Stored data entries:
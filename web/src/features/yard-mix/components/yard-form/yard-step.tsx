import { Trans, useTranslation } from 'react-i18next';
import { Button, makeStyles, tokens } from '@fluentui/react-components';
import type { SiteRequest } from '@homeground/shared';
import { ContentCard } from '../../../../components/page/content-card.js';
import { Heading } from '../../../../components/page/page-heading.js';
import type { AreaUnit, MixRegion } from '../../utils/mix-plan.js';
import { usePlaceWords } from '../result/mix-summary.js';
import { YardForm } from './yard-form.js';
import type { YardFormValues } from '../../utils/yard-form-values.js';

const useStyles = makeStyles({
  ground: {
    display: 'flex',
    flexWrap: 'wrap',
    alignItems: 'center',
    gap: tokens.spacingHorizontalS,
    margin: `0 0 ${tokens.spacingVerticalXL}`,
  },
  groundText: { margin: 0 },
});

/** Step 2: the yard questions, under a line that says which ground they are for. */
export function YardStep({
  region,
  initial,
  onSubmit,
  onChangeGround,
}: {
  region: MixRegion;
  initial: YardFormValues;
  onSubmit: (site: SiteRequest, areaUnit: AreaUnit) => void;
  onChangeGround: () => void;
}) {
  const styles = useStyles();
  const { t } = useTranslation('yard');
  const place = usePlaceWords(region.state, region.ecoregionCode);
  return (
    <ContentCard aria-labelledby="yard-heading">
      <Heading level="section" id="yard-heading">
        {t('step.heading')}
      </Heading>
      <div className={styles.ground}>
        <p className={styles.groundText}>
          <Trans
            t={t}
            i18nKey="step.yourGround"
            values={{ place: place.replace(/^the /, '') }}
            components={{ strong: <strong /> }}
          />
        </p>
        <Button appearance="transparent" size="small" onClick={onChangeGround}>
          {t('step.change')}
        </Button>
      </div>
      <YardForm initial={initial} onSubmit={onSubmit} onBack={onChangeGround} />
    </ContentCard>
  );
}
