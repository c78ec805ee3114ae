import { Controller, Get, Header, HttpCode, Post, Put } from '@nestjs/common';
import { ApiTags } from '@nestjs/swagger';
import {
  type Season,
  type SeasonRequest,
  seasonRequestSchema,
  type ShareList,
  type ShareListRequest,
  shareListRequestSchema,
  slugParamSchema,
  type TargetsRequest,
  targetsRequestSchema,
  seasonSchema,
  shareListSchema,
  seasonSeedListSchema,
  type WordLocale,
} from '@homeground/shared';
import type { AuthenticatedUser } from '../auth/authenticated-user.js';
import { Auth } from '../common/decorators/auth.decorator.js';
import { CurrentUser } from '../common/decorators/current-user.decorator.js';
import { AnswersInLanguage, RequestLocale } from '../common/decorators/request-locale.decorator.js';
import { FileResponse, ZodBody, ZodParam, ZodResponse } from '../common/decorators/zod.decorators.js';
import { type SeasonSeedList, SeasonsService } from './seasons.service.js';

/**
 * A group's season plan: dates, share list, targets and seed list. Bodies and params are validated
 * with the shared zod schemas, one pipe per body/param, so a change of validation mechanism is mechanical.
 */
@ApiTags('seasons')
@AnswersInLanguage()
@Controller('groups/:slug/season')
@Auth()
export class SeasonsController {
  constructor(private readonly seasons: SeasonsService) {}

  @Get()
  @ZodResponse(seasonSchema)
  get(
    @ZodParam('slug', slugParamSchema) slug: string,
    @CurrentUser() user: AuthenticatedUser,
    @RequestLocale() locale: WordLocale,
  ): Promise<Season> {
    return this.seasons.get(slug, user, locale);
  }

  @Put()
  @ZodResponse(seasonSchema)
  put(
    @ZodParam('slug', slugParamSchema) slug: string,
    @ZodBody(seasonRequestSchema) body: SeasonRequest,
    @CurrentUser() user: AuthenticatedUser,
    @RequestLocale() locale: WordLocale,
  ): Promise<Season> {
    // The API reads the clock; shared code never does.
    return this.seasons.put(slug, user, body, new Date().toISOString().slice(0, 10), locale);
  }

  /** Proposes species for the season with why; writes nothing. */
  @Post('share-list/propose')
  @HttpCode(200)
  @ZodResponse(shareListSchema)
  propose(
    @ZodParam('slug', slugParamSchema) slug: string,
    @ZodBody(shareListRequestSchema) body: ShareListRequest,
    @CurrentUser() user: AuthenticatedUser,
    @RequestLocale() locale: WordLocale,
  ): Promise<ShareList> {
    return this.seasons.propose(slug, user, body, locale);
  }

  /** Replaces the whole target list. */
  @Put('targets')
  @ZodResponse(seasonSchema)
  setTargets(
    @ZodParam('slug', slugParamSchema) slug: string,
    @ZodBody(targetsRequestSchema) body: TargetsRequest,
    @CurrentUser() user: AuthenticatedUser,
    @RequestLocale() locale: WordLocale,
  ): Promise<Season> {
    return this.seasons.setTargets(slug, user, body, locale);
  }

  @Get('seed-list')
  @AnswersInLanguage()
  @ZodResponse(seasonSeedListSchema)
  seedList(
    @ZodParam('slug', slugParamSchema) slug: string,
    @CurrentUser() user: AuthenticatedUser,
    @RequestLocale() locale: WordLocale,
  ): Promise<SeasonSeedList> {
    return this.seasons.seedList(slug, user, locale);
  }

  @Get('seed-list.csv')
  @FileResponse('text/csv', 'The seed list as CSV')
  @Header('Content-Type', 'text/csv; charset=utf-8')
  @Header('Content-Disposition', 'attachment; filename="homeground-seed-list.csv"')
  seedListCsv(
    @ZodParam('slug', slugParamSchema) slug: string,
    @CurrentUser() user: AuthenticatedUser,
    @RequestLocale() locale: WordLocale,
  ): Promise<string> {
    return this.seasons.seedListCsv(slug, user, locale);
  }
}
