import { type Species, joinWords } from '@homeground/shared';
import { makeStyles, tokens } from '@fluentui/react-components';
import { hgTokens } from '../../../theme/index.js';
import { sectionSources } from '../utils/source-labels.js';

const useStyles = makeStyles({
  note: { margin: `${tokens.spacingVerticalM} 0 0`, fontSize: tokens.fontSizeBase200, color: hgTokens.hgColorLoam },
});

/** "Sources: USDA PLANTS Database (growth form, lifespan); …" for one section's facts. */
export function SourceNote({
  sources,
  fields,
}: {
  sources: Species['sources'];
  fields: readonly (keyof Species['sources'])[];
}) {
  const styles = useStyles();
  const lines = sectionSources(sources, fields);
  return (
    <p className={styles.note}>
      {lines.length === 1 ? 'Source: ' : 'Sources: '}
      {lines.map((l, i) => (
        <span key={l.key}>
          {i > 0 ? '; ' : ''}
          {l.citation} ({joinWords(l.fields)})
        </span>
      ))}
      .
    </p>
  );
}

▶ _What is required_
Reproduce the entries above in full and exactly.

▶ _Exercise answer_
filename web/src/features/yard-mix/components/yard-form/yard-step.tsx
import { Trans, useTranslation } from 'react-i18next';
import { Button, makeStyles, tokens } from '@fluentui/react-components';
import type { SiteRequest } from '@homeground/shared';
import { ContentCard } from '../../../../components/page/content-card.js';
import { Heading } from '../../../../components/page/page-heading.js';
import type { AreaUnit, MixRegion } from '../../utils/mix-plan.js';
import { usePlaceWords } from '../result/mix-summary.js';
import { YardForm } from './yard-form.js';
import type { YardFormValues } from '../../utils/yard-form-values.js';

const useStyles = makeStyles({
  ground: {
    display: 'flex',
    flexWrap: 'wrap',
    alignItems: 'center',
    gap: tokens.spacingHorizontalS,
    margin: `0 0 ${tokens.spacingVerticalXL}`,
  },
  groundText: { margin: 0 },
});

/** Step 2: the yard questions, under a line that says which ground they are for. */
export function YardStep({
  region,
  initial,
  onSubmit,
  onChangeGround,
}: {
  region: MixRegion;
  initial: YardFormValues;
  onSubmit: (site: SiteRequest, areaUnit: AreaUnit) => void;
  onChangeGround: () => void;
}) {
  const styles = useStyles();
  const { t } = useTranslation('yard');
  const place = usePlaceWords(region.state, region.ecoregionCode);
  return (
    <ContentCard aria-labelledby="yard-heading">
      <Heading level="section" id="yard-heading">
        {t('step.heading')}
      </Heading>
      <div className={styles.ground}>
        <p className={styles.groundText}>
          <Trans
            t={t}
            i18nKey="step.yourGround"
            values={{ place: place.replace(/^the /, '') }}
            components={{ strong: <strong /> }}
          />
        </p>
        <Button appearance="transparent" size="small" onClick={onChangeGround}>
          {t('step.change')}
        </Button>
      </div>
      <YardForm initial={initial} onSubmit={onSubmit} onBack={onChangeGround} />
    </ContentCard>
  );
}
repository c78ec805ee3114ae
import { Controller, Get, Header, HttpCode, Post, Put } from '@nestjs/common';
import { ApiTags } from '@nestjs/swagger';
import {
  type Season,
  type SeasonRequest,
  seasonRequestSchema,
  type ShareList,
  type ShareListRequest,
  shareListRequestSchema,
  slugParamSchema,
  type TargetsRequest,
  targetsRequestSchema,
  seasonSchema,
  shareListSchema,
  seasonSeedListSchema,
  type WordLocale,
} from '@homeground/shared';
import type { AuthenticatedUser } from '../auth/authenticated-user.js';
import { Auth } from '../common/decorators/auth.decorator.js';
import { CurrentUser } from '../common/decorators/current-user.decorator.js';
import { AnswersInLanguage, RequestLocale } from '../common/decorators/request-locale.decorator.js';
import { FileResponse, ZodBody, ZodParam, ZodResponse } from '../common/decorators/zod.decorators.js';
import { type SeasonSeedList, SeasonsService } from './seasons.service.js';

/**
 * A group's season plan: dates, share list, targets and seed list. Bodies and params are validated
 * with the shared zod schemas, one pipe per body/param, so a change of validation mechanism is mechanical.
 */
@ApiTags('seasons')
@AnswersInLanguage()
@Controller('groups/:slug/season')
@Auth()
export class SeasonsController {
  constructor(private readonly seasons: SeasonsService) {}

  @Get()
  @ZodResponse(seasonSchema)
  get(
    @ZodParam('slug', slugParamSchema) slug: string,
    @CurrentUser() user: AuthenticatedUser,
    @RequestLocale() locale: WordLocale,
  ): Promise<Season> {
    return this.seasons.get(slug, user, locale);
  }

  @Put()
  @ZodResponse(seasonSchema)
  put(
    @ZodParam('slug', slugParamSchema) slug: string,
    @ZodBody(seasonRequestSchema) body: SeasonRequest,
    @CurrentUser() user: AuthenticatedUser,
    @RequestLocale() locale: WordLocale,
  ): Promise<Season> {
    // The API reads the clock; shared code never does.
    return this.seasons.put(slug, user, body, new Date().toISOString().slice(0, 10), locale);
  }

  /** Proposes species for the season with why; writes nothing. */
  @Post('share-list/propose')
  @HttpCode(200)
  @ZodResponse(shareListSchema)
  propose(
    @ZodParam('slug', slugParamSchema) slug: string,
    @ZodBody(shareListRequestSchema) body: ShareListRequest,
    @CurrentUser() user: AuthenticatedUser,
    @RequestLocale() locale: WordLocale,
  ): Promise<ShareList> {
    return this.seasons.propose(slug, user, body, locale);
  }

  /** Replaces the whole target list. */
  @Put('targets')
  @ZodResponse(seasonSchema)
  setTargets(
    @ZodParam('slug', slugParamSchema) slug: string,
    @ZodBody(targetsRequestSchema) body: TargetsRequest,
    @CurrentUser() user: AuthenticatedUser,
    @RequestLocale() locale: WordLocale,
  ): Promise<Season> {
    return this.seasons.setTargets(slug, user, body, locale);
  }

  @Get('seed-list')
  @AnswersInLanguage()
  @ZodResponse(seasonSeedListSchema)
  seedList(
    @ZodParam('slug', slugParamSchema) slug: string,
    @CurrentUser() user: AuthenticatedUser,
    @RequestLocale() locale: WordLocale,
  ): Promise<SeasonSeedList> {
    return this.seasons.seedList(slug, user, locale);
  }

  @Get('seed-list.csv')
  @FileResponse('text/csv', 'The seed list as CSV')
  @Header('Content-Type', 'text/csv; charset=utf-8')
  @Header('Content-Disposition', 'attachment; filename="homeground-seed-list.csv"')
  seedListCsv(
    @ZodParam('slug', slugParamSchema) slug: string,
    @CurrentUser() user: AuthenticatedUser,
    @RequestLocale() locale: WordLocale,
  ): Promise<string> {
    return this.seasons.seedListCsv(slug, user, locale);
  }
}
import { type Species, joinWords } from '@homeground/shared';
import { makeStyles, tokens } from '@fluentui/react-components';
import { hgTokens } from '../../../theme/index.js';
import { sectionSources } from '../utils/source-labels.js';

const useStyles = makeStyles({
  note: { margin: `${tokens.spacingVerticalM} 0 0`, fontSize: tokens.fontSizeBase200, color: hgTokens.hgColorLoam },
});

/** "Sources: USDA PLANTS Database (growth form, lifespan); …" for one section's facts. */
export function SourceNote({
  sources,
  fields,
}: {
  sources: Species['sources'];
  fields: readonly (keyof Species['sources'])[];
}) {
  const styles = useStyles();
  const lines = sectionSources(sources, fields);
  return (
    <p className={styles.note}>
      {lines.length === 1 ? 'Source: ' : 'Sources: '}
      {lines.map((l, i) => (
        <span key={l.key}>
          {i > 0 ? '; ' : ''}
          {l.citation} ({joinWords(l.fields)})
        </span>
      ))}
      .
    </p>
  );
}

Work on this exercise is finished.